NickTaylor posted on Friday, July 24, 2009

Hi,

I wonder is someone can offer some best practice advice / guidance on the following please:-

I am in the process of converting an internal application from Visual FoxPro to DotNet using the CSLA framework. Given that our existing application is written Foxpro 2.6, tables are free and are not contained in a database. Typically I have one CSLA business object per individual table and I access / insert / update table data via OLEDB. The business objects work very well, and the factory methods provide simple entity retrieval methods such as ( in the case of BoCustomer ): GetCustomerByName(string Name), or GetCustomerByID(string ID). Again this works very well, and is very scalable.

However as my application is growing I have a increasing requirements for lots of “command” type objects. For example, I may wish to retrieve a datatable containing a list of all customers with open sales orders ( i.e. data from multiple tables ), or a list of customers with open sales invoices. Some of these may be simple SQL select commands, but some may be more complicated operations requiring data from a number of tables and a degree of coding to produce the resulting fabricated dataset. I then have transactional requirements which may require multiple tables to be updated as a result of a specific method requirement.

I started by creating an “entity” object which contained multiple methods relating to a common theme. I might have a Customer entity object or a Supplier entity object each of which contains a bunch of static methods relevant to that particular entity. Very quickly I found that each entity object requires lots and lots of methods, and it all starts to get a bit complicated from a coding point of view ( you end up with hundreds and hundreds of lines of code ). It is logical however to be able to call something like: Customer.GetOpenOrders(), or Customer.GetOrdersShipped().

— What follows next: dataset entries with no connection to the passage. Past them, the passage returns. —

"""Column types of the CSV layouts: vectorised parsing of text cells into clean values.

Each type turns a column of text cells (pandas Series of ``str``; empty string
= not given) into a column of clean values plus, for every cell that cannot be
read, the reason.  Parsing is vectorised so that a file of millions of
measurement rows is checked in seconds.

Clean values: text stays text (``None`` when empty), dates are ISO 8601 text
(``YYYY-MM-DD``, or ``YYYY`` for year-only dates), numbers are floats (NaN
when empty), yes/no cells are booleans.
"""

from __future__ import annotations

from typing import TYPE_CHECKING

import datetime as dt
import functools
import math
import re
from dataclasses import dataclass, field

from tracker.domain.dates import partial_from_storage, partial_to_storage  # noqa: F401  (stored form; kept importable here)

if TYPE_CHECKING:  # for annotations only: loaded where used, so start-up stays light
    import numpy as np
    import pandas as pd

# A text cell starting with one of these is run as a formula by spreadsheets.
FORMULA_START = ("=", "+", "-", "@", "\t", "\r")
# A text cell the exporter protects with one more leading apostrophe: any apostrophes, then a
# formula character.  The importer removes exactly one apostrophe from such a cell, so the
# pair is a round trip for every text.
PROTECTED = r"^'*[=+\-@\t\r]"

MAX_TEXT = 4000  # characters in a free-text cell; longer is refused as a likely paste error

# Digits are ASCII 0-9 in every pattern: Python's \d also matches other scripts' digits (Arabic-Indic,
# full-width ...), which would slip past the date, year and HGVS checks and be stored.
CODE_RE = r"[A-Za-z0-9][A-Za-z0-9._-]{0,39}"
# HGVS syntax pre-check (HGVS nomenclature, varnomen; pattern as in standards.md section 5 [V]).
TRANSCRIPT_RE = r"(?:(?:NM|NR|NC|NG|XM|XR)_[0-9]+\.[0-9]+)|(?:LRG_[0-9]+(?:t[0-9]+)?)|(?:ENST[0-9]{11}\.[0-9]+)"
# A position has at most 9 digits: the longest human chromosome (chromosome 1, GRCh38) is 248,956,422
# bp [M] (Genome Reference Consortium GRCh38 assembly statistics; verify), so a longer number is no position.
_POS = r"[-*]?[0-9]{1,9}(?:[+-][0-9]{1,9})?"
HGVS_C_RE = (
    rf"[cgnm]\.{_POS}(?:_{_POS})?"
    r"(?:[ACGT]>[ACGT]|del(?:[ACGT]+)?|dup(?:[ACGT]+)?|ins[ACGT]+|delins[ACGT]+|inv)"
)
_AA = "Ala|Arg|Asn|Asp|Cys|Gln|Glu|Gly|His|Ile|Leu|Lys|Met|Phe|Pro|Ser|Thr|Trp|Tyr|Val|Sec|Pyl|Ter"
HGVS_P_RE = (
    rf"p\.\(?(?:(?:{_AA})[0-9]+(?:(?:{_AA})|\*|=|fs(?:Ter[0-9]+|\*[0-9]+)?|del|dup|"
    rf"(?:{_AA})fs(?:Ter[0-9]+|\*[0-9]+)?)|\?|=|0)\)?"
)
GENE_RE = r"[A-Z][A-Z0-9-]{0,19}"

_ISO_DAY = r"[0-9]{4}-[0-9]{2}-[0-9]{2}"
_YEAR = r"[0-9]{4}"


@dataclass
class Parsed:
    """Clean values of one column, and the reason for each unreadable cell (None = fine)."""

    values: pd.Series
    errors: pd.Series  # object Series: reason text or None


@dataclass(frozen=True)
class Column:
    """One column of a layout: its name, type, and whether a value is required."""

    name: str
    kind: str  # text, code, date, partial_date, choice, yesno, answer, number, years, regex
    required: bool = False
    # The column may be left out of a file's header (every cell is then empty); for
    # columns added to a layout later, so that older files still import.
    header_optional: bool = False
    # A name or a date of birth: error messages never repeat the cell.
    private: bool = False
    choices: tuple[str, ...] = ()
    pattern: str = ""
    what: str = ""  # words for the pattern in error messages, e.g. "an HGVS c. change"
    max_length: int = MAX_TEXT
    positive: bool = False
    extra: dict = field(default_factory=dict)


def _not_ascii(cells: pd.Series) -> pd.Series:
    """True for a cell holding any character outside ASCII."""
    return cells.str.contains(r"[^\x00-\x7f]", regex=True).fillna(False).astype(bool)


def _no_errors(index) -> pd.Series:
    import pandas as pd

    return pd.Series([None] * len(index), index=index, dtype=object)


def parse(col: Column, cells: pd.Series, today: dt.date) -> Parsed:
    """Parse one column of stripped text cells according to ``col``.

    ``cells`` may be text (missing = empty) or categorical text (as
    :func:`tracker.io.reading.read_table` gives).  Each distinct cell is parsed
    once and its value and reason are taken back to every row holding it: a
    long-layout file repeats codes, dates, sites and units on most of its rows.
    """
    import pandas as pd

    codes, distinct = _distinct(cells)
    values, errors = _parse_distinct(col, pd.Series(distinct, dtype=object), today)
    values = pd.Series(values.to_numpy()[codes], index=cells.index, name=cells.name, dtype=values.dtype)
    errors = pd.Series(errors.to_numpy(dtype=object)[codes], index=cells.index, name=cells.name, dtype=object)
    return Parsed(values, errors)


def _distinct(cells: pd.Series) -> tuple[np.ndarray, np.ndarray]:
    """(position of each cell's text in ``distinct``, the distinct texts); missing counts as ""."""
    import numpy as np
    import pandas as pd

    if isinstance(cells.dtype, pd.CategoricalDtype):
        codes = cells.cat.codes.to_numpy()
        distinct = cells.cat.categories.to_numpy(dtype=object)
        if (codes < 0).any():
            codes = np.where(codes < 0, len(distinct), codes)
            distinct = np.append(distinct, np.array([""], dtype=object))
        return codes, distinct
    text = cells.astype(object).where(cells.notna(), "")
    codes, distinct = pd.factorize(text.to_numpy(dtype=object))
    return codes, np.asarray(distinct, dtype=object)


def _parse_distinct(col: Column, cells: pd.Series, today: dt.date) -> tuple[pd.Series, pd.Series]:
    """Values and reasons (None = fine) for a Series of distinct text cells."""
    import pandas as pd

    empty = cells == ""
    errors = _no_errors(cells.index)
    if col.required:
        errors[empty] = "is empty (a value is required)"
    # Longer than the store's column (or the paste-error limit): refused for every kind of cell, so
    # that no backend is ever asked to hold more than it can (the message is the same everywhere).
    too_long = cells.str.len() > col.max_length
    errors[too_long] = f"is longer than {col.max_length} characters"
    handler = _HANDLERS[col.kind]
    values, bad = handler(col, cells, empty, today)
    # Required-but-empty and too long beat a type error; keep the first reason.
    errors = errors.where(errors.notna(), bad)
    if col.private:
        # Never repeat a name or a date of birth: drop a quoted copy of the cell from the reason.
        errors = pd.Series([_unquoted(e, c) for e, c in zip(errors, cells)], index=errors.index, dtype=object)
    return values, errors


def _unquoted(reason: str | None, cell: str) -> str | None:
    if reason is None or not cell:
        return reason
    for shown in (repr(cell), repr(cell[:40]), repr(cell[:60]), cell):
        reason = reason.replace(shown + " ", "the value ").replace(shown, "the value")
    return reason


@functools.cache
def _format_characters() -> str:
    """A regex class of every Unicode format character (category Cf): bidirectional overrides and
    isolates, zero-width spaces and joiners, the byte-order mark, soft hyphen, tags ..."""
    import sys
    import unicodedata

    chars = [chr(i) for i in range(sys.maxunicode + 1) if unicodedata.category(chr(i)) == "Cf"]
    return "[" + "".join(re.escape(c) for c in chars) + "]"


# Invisible characters that change how text is shown or compared without being seen: refused in
# every text cell (a name that reads the same on screen would be a different name in the store).
# ``INVISIBLE_RE`` is built on first use: the scan of every code point took 0.3-0.9 s of each start.
def __getattr__(name: str):
    if name == "INVISIBLE_RE":
        return _format_characters()
    raise AttributeError(f"module {__name__!r} has no attribute {name!r}")


def _invisible_message(cell: str) -> str:
    ch = re.search(_format_characters(), cell).group(0)
    return (f"contains an invisible formatting character (U+{ord(ch):04X}, bidirectional control or "
            "zero-width); retype the text without it")


def _text(col, cells, empty, today):
    bad = _no_errors(cells.index)
    too_long = cells.str.len() > col.max_length
    bad[too_long] = f"is longer than {col.max_length} characters"
    control = cells.str.contains(r"[\x00-\x08\x0b\x0c\x0e-\x1f\x7f]", regex=True)
    bad[control & bad.isna()] = "contains control characters"
    invisible = cells.str.contains(_format_characters(), regex=True)
    if invisible.any():
        bad[invisible & bad.isna()] = [_invisible_message(c) for c in cells[invisible & bad.isna()]]
    # Undo the exporter's protection against spreadsheet formulas ("'=..." -> "=...").
    escaped = cells.str.startswith("'") & cells.str.contains(PROTECTED, regex=True)
    cells = cells.where(~escaped, cells.str[1:])
    values = cells.where(~empty, None)
    return values, bad


def _code(col, cells, empty, today):
    bad = _no_errors(cells.index)
    ok = cells.str.fullmatch(CODE_RE)
    bad[~ok & ~empty] = (
        "is not a valid code (letters, digits, '-', '_', '.'; at most 40 characters)"
    )
    return cells.where(~empty, None), bad


def _regex(col, cells, empty, today):
    bad = _no_errors(cells.index)
    ok = cells.str.fullmatch(col.pattern)
    bad[~ok & ~empty] = [f"{v[:60]!r} is not {col.what}" for v in cells[~ok & ~empty]]
    return cells.where(~empty, None), bad


def _choice(col, cells, empty, today):
    bad = _no_errors(cells.index)
    lowered = cells.str.lower()
    ok = lowered.isin(col.choices)
    wrong = ~ok & ~empty
    allowed = ", ".join(col.choices)
    bad[wrong] = [f"{v[:40]!r} is not one of: {allowed}" for v in cells[wrong]]
    return lowered.where(~empty, None), bad


def _yesno(col, cells, empty, today):
    bad = _no_errors(cells.index)
    lowered = cells.str.lower()
    ok = lowered.isin(("yes", "no")) | empty
    bad[~ok] = [f"{v[:40]!r} is not yes or no" for v in cells[~ok]]
    return lowered == "yes", bad


def _dates(cells: pd.Series, allow_year: bool, today: dt.date):
    """Return (iso text or None, reason or None) for each cell."""
    import pandas as pd

    bad = _no_errors(cells.index)
    day = cells.str.fullmatch(_ISO_DAY)
    year = cells.str.fullmatch(_YEAR) if allow_year else pd.Series(False, index=cells.index)
    empty = cells == ""
    form = "YYYY-MM-DD or YYYY" if allow_year else "YYYY-MM-DD"
    wrong_form = ~day & ~year & ~empty
    bad[wrong_form] = [f"{v[:40]!r} is not an ISO 8601 date ({form})" for v in cells[wrong_form]]
    parsed = pd.to_datetime(cells.where(day, None), format="%Y-%m-%d", errors="coerce")
    impossible = day & parsed.isna()
    bad[impossible] = [f"{v!r} is not a real calendar date" for v in cells[impossible]]
    years = pd.to_numeric(cells.where(year, None), errors="coerce")
    too_old = (day & (parsed.dt.year < 1800)) | (year & (years < 1800))
    bad[too_old & bad.isna()] = "is before 1800"
    ts_today = pd.Timestamp(today)
    future = (day & (parsed > ts_today)) | (year & (years > today.year))
    bad[future & bad.isna()] = [
        f"{v!r} is in the future (after {today.isoformat()})" for v in cells[future & bad.isna()]
    ]
    values = cells.where((day | year) & bad.isna(), None)
    return values, bad


def _date(col, cells, empty, today):
    return _dates(cells, allow_year=False, today=today)


def _answer(col, cells, empty, today):
    """yes / no / empty (not recorded) -> True / False / None."""
    import pandas as pd

    bad = _no_errors(cells.index)
    lowered = cells.str.lower()
    ok = lowered.isin(("yes", "no")) | empty
    bad[~ok] = [f"{v[:40]!r} is not yes, no or empty (not recorded)" for v in cells[~ok]]
    values = pd.Series([True if v == "yes" else False if v == "no" else None for v in lowered],
                       index=cells.index, dtype=object)  # fmt: skip
    return values, bad


def _partial_date(col, cells, empty, today):
    return _dates(cells, allow_year=True, today=today)


def _number(col, cells, empty, today):
    import numpy as np
    import pandas as pd

    bad = _no_errors(cells.index)
    numbers = pd.to_numeric(cells.where(~empty, None), errors="coerce").astype(float)
    numbers[_not_ascii(cells)] = np.nan  # digits of other scripts are not read as numbers
    not_number = numbers.isna() & ~empty
    hint = cells[not_number].str.contains(",", regex=False)
    bad[not_number] = [
        f"{v[:40]!r} is not a number" + (" (use '.' as the decimal mark)" if h else "")
        for v, h in zip(cells[not_number], hint)
    ]
    infinite = ~np.isfinite(numbers) & numbers.notna()
    bad[infinite] = "is not a finite number"
    if col.positive:
        nonpos = (numbers <= 0) & bad.isna()
        bad[nonpos] = "must be greater than zero"
    return numbers.where(bad.isna()), bad


# Whole years of age entered as a field (age at death, at diagnosis): data-entry limit only
# (engineering default, common practice).
MAX_AGE_YEARS = 130


def _years(col, cells, empty, today):
    """Whole years of age, 0 to MAX_AGE_YEARS -> float (NaN when empty)."""
    import numpy as np
    import pandas as pd

    bad = _no_errors(cells.index)
    numbers = pd.to_numeric(cells.where(~empty, None), errors="coerce").astype(float)
    numbers[_not_ascii(cells)] = np.nan  # digits of other scripts are not read as numbers
    not_number = numbers.isna() & ~empty
    bad[not_number] = [f"{v[:40]!r} is not a whole number of years" for v in cells[not_number]]
    finite = numbers.notna() & np.isfinite(numbers)
    bad[numbers.notna() & ~finite] = "is not a finite number"
    fraction = finite & (numbers != np.floor(numbers.where(finite, 0)))
    bad[fraction & bad.isna()] = [f"{v[:40]!r} is not a whole number of years" for v in cells[fraction & bad.isna()]]
    out = finite & ((numbers < 0) | (numbers > MAX_AGE_YEARS)) & bad.isna()
    bad[out] = [f"{v[:40]!r} is outside 0-{MAX_AGE_YEARS} years" for v in cells[out]]
    return numbers.where(bad.isna()), bad


_HANDLERS = {
    "text": _text,
    "code": _code,
    "regex": _regex,
    "choice": _choice,
    "yesno": _yesno,
    "answer": _answer,
    "date": _date,
    "partial_date": _partial_date,
    "number": _number,
    "years": _years,
}


def format_cell(value) -> str:
    """Clean value -> CSV text (the inverse of :func:`parse`)."""
    import numpy as np

    if value is None:
        return ""
    if isinstance(value, (bool, np.bool_)):
        return "yes" if value else "no"
    if isinstance(value, float):
        if math.isnan(value):
            return ""
        return str(int(value)) if value.is_integer() and abs(value) < 1e15 else repr(value)
    if isinstance(value, dt.date):
        return value.isoformat()
    return str(value)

I now wonder if I should have a command object for each requirement. In other words I have one object that performs a single function such as the GetOpenOrders() requirement, and another one to perform the GetOrdersShipped() requirement. This is much cleaner from a coding perspective but will result in me having hundreds of command objects.

I wondered if anyone could offer some suggestions of how they have tackled this issue and what works best and is most scalable...?

Thanks,

Nick

rsbaker0 replied on Friday, July 24, 2009

One technique I can suggest is that you can just implement a common base class so that all that is really different is the parameter passed to the command (if any) and the server side processing.

You can also contruct simple derived classes that basically just implement the server side processing (even via a delegate).

So, what you end up with is a large number of methods to be executed by your commands and very simple CommandBase-derived class implementations to execute them.

I can post samples if you want to see this.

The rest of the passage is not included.